The doubled prefix is intentional. See the note at the top of Configuring Hadoop Catalog. If credentials are still not picked up:

For Hadoop on S3 or S3-compatible: confirm datalake.iceberg.iceberg.hadoop.fs.s3a.aws.credentials.provider is set to org.apache.hadoop.fs.s3a.SimpleAWSCredentialsProvider when using static keys. The default Hadoop provider chain might otherwise fall back to a credential source that has no access to the lake bucket.
For Hadoop on Azure Blob Storage: confirm the storage account in the warehouse URI matches the one whose key you set in datalake.iceberg.iceberg.hadoop.fs.azure.account.key. Account-key auth is per-account.

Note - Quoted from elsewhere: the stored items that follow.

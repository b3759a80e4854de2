#include "model/patch_shrinkage.h"

#include <Eigen/Dense>
#include <catch2/catch.hpp>
#include <cmath>

using namespace stillfield;

TEST_CASE("the shrinkage undoes the bias of a spiked covariance's eigenvalues") {
  // Baik & Silverstein 2006, from memory: a population eigenvalue t > 1 + sqrt(gamma) of unit
  // noise appears at t (1 + gamma / (t - 1)) in the sample covariance.
  for (const double gamma : {0.01, 0.1, 0.5, 1.0}) {
    for (const double t : {1.0 + 1.05 * std::sqrt(gamma), 3.0, 10.0, 1000.0}) {
      if (t <= 1.0 + std::sqrt(gamma)) continue;
      CAPTURE(gamma, t);
      const double seen = t * (1.0 + gamma / (t - 1.0));
      CHECK(shrunk_variance(seen, gamma) == Approx(t - 1.0).epsilon(1e-9));
    }
  }
}

TEST_CASE("eigenvalues that noise alone can reach keep a small share") {
  // The upper end of the Marchenko-Pastur distribution is (1 + sqrt gamma)^2.
  CHECK(shrunk_variance(1.0, 0.25) == Approx(0.02));
  CHECK(shrunk_variance(2.24, 0.25) == Approx(0.02 * 2.24));
  CHECK(shrunk_variance(2.26, 0.25) > 0.3);
  CHECK(shrunk_variance(-1e-9, 0.25) > 0.0);
}

TEST_CASE("the covariance keeps its eigenvectors") {
  constexpr int kSize = 5;
  Eigen::MatrixXd mixing(kSize, kSize);
  for (int r = 0; r < kSize; ++r) {
    for (int c = 0; c < kSize; ++c) mixing(r, c) = (r * r * 7 + c * 3 + r * c) % 5 - 1.5;
  }
  const Eigen::HouseholderQR<Eigen::MatrixXd> qr(mixing);
  const Eigen::MatrixXd q = qr.householderQ();
  const Eigen::VectorXd seen = (Eigen::VectorXd(kSize) << 40.0, 9.0, 4.4, 3.6, 2.0).finished();
  const Eigen::MatrixXd sample = q * seen.asDiagonal() * q.transpose();
  const std::vector<double> flat(sample.data(), sample.data() + sample.size());
  const std::vector<double> out = shrunk_covariance(flat, kSize, 500.0, 4.0);
  const Eigen::Map<const Eigen::MatrixXd> got(out.data(), kSize, kSize);
  Eigen::VectorXd wanted(kSize);
  for (int i = 0; i < kSize; ++i) wanted[i] = 4.0 * shrunk_variance(seen[i] / 4.0, 0.01);
  const Eigen::MatrixXd expected = q * wanted.asDiagonal() * q.transpose();
  CHECK((got - expected).cwiseAbs().maxCoeff() < 1e-9);
}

REST Catalog: Unauthorized or Failed to Obtain Access Token (Fluss Server Side)

The catalog rejected the OAuth2 client credential when the Fluss server connected to it. Verify that:

datalake.iceberg.uri is reachable from inside the Fluss pods (DNS, network policy, TLS).
datalake.iceberg.credential is in <CLIENT_ID>:<CLIENT_SECRET> form (single colon, no scheme).
datalake.iceberg.scope matches a scope that the catalog associates with the principal.
The warehouse name in datalake.iceberg.warehouse exists in the catalog.

REST Catalog: Failed to Get Subscoped Credentials: roleArn Must Not Be Null

The catalog tried to vend STS-scoped credentials for the warehouse but is missing the IAM role ARN it needs to call AssumeRole. This is a catalog-side configuration issue. Register a roleArn against the warehouse's storage configuration in the catalog, or configure the catalog to skip credential subscoping. The exact mechanism is catalog-specific. For Polaris this is SKIP_CREDENTIAL_SUBSCOPING_INDIRECTION, but production deployments should provide a roleArn instead.